__Exercise instructions__: A verbatim reproduction of the lines below, from the line containing "people: demo.shown.flatMap((email) =>" through the line containing "name: person.name ??", both ends included, is the whole required output.

═══ Records to process

import { z } from 'zod'
import { refuse } from '#shared/errors'
import type { Read, Stores } from '../../db/writer'
import { demoPassphrase } from './demoPassphrase'

/** What the installation remembers of its demo: the secret of the passphrases, and whose sign-ins are shown, in order. */
const demoRecord = z.object({ secret: z.string().min(32), madeAt: z.number().int(), shown: z.array(z.string()) })
export type DemoRecord = z.infer<typeof demoRecord>

export async function findDemo(read: Read): Promise<DemoRecord | null> {
  const row = await read.selectFrom('installation').select('value_json').where('key', '=', 'demo').executeTakeFirst()
  return row ? demoRecord.parse(JSON.parse(row.value_json)) : null
}

export async function recordDemo({ write }: Stores, record: DemoRecord): Promise<void> {
  await write(trx => trx.insertInto('installation').values({ key: 'demo', value_json: JSON.stringify(record) }).execute())
}

export interface DemoPerson { name: string, email: string, password: string, roles: string[] }

/**
 * The demo's sign-ins. Where the demo is off, or this department is not an invented one, there is no such thing.
 * @throws {DomainError} `not_found`
 */
export async function describeDemo(read: Read, isDemo: boolean): Promise<{ people: DemoPerson[] }> {
  const demo = isDemo ? await findDemo(read) : null
  if (!demo) return refuse('not_found')
  const [people, roles, memberships] = await Promise.all([
    read.selectFrom('person').select(['id', 'display_name as name', 'email_norm as email']).where('email_norm', 'in', demo.shown).where('state', '=', 'active').execute(),
    read.selectFrom('department_role').select(['person_id as personId', 'role']).where('state', '=', 'active').execute(),
    read.selectFrom('membership').innerJoin('course', 'course.id', 'membership.course_id').innerJoin('term', 'term.id', 'course.term_id')
      .select(['membership.person_id as personId', 'membership.role']).where('membership.state', '=', 'active').where('term.state', '=', 'running').orderBy('course.code').execute(),
  ])
  return {
    people: demo.shown.flatMap((email) => {
      const person = people.find(known => known.email === email)
      if (!person) return []
      const held = [...roles, ...memberships].filter(role => role.personId === person.id).map(role => role.role)
      return [{ name: person.name ?? '', email, password: demoPassphrase(demo.secret, email), roles: [...new Set<string>(held)] }]
    }),
  }
}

══════

__Exercise result__:
    people: demo.shown.flatMap((email) => {
      const person = people.find(known => known.email === email)
      if (!person) return []
      const held = [...roles, ...memberships].filter(role => role.personId === person.id).map(role => role.role)
      return [{ name: person.name ?? '', email, password: demoPassphrase(demo.secret, email), roles: [...new Set<string>(held)] }]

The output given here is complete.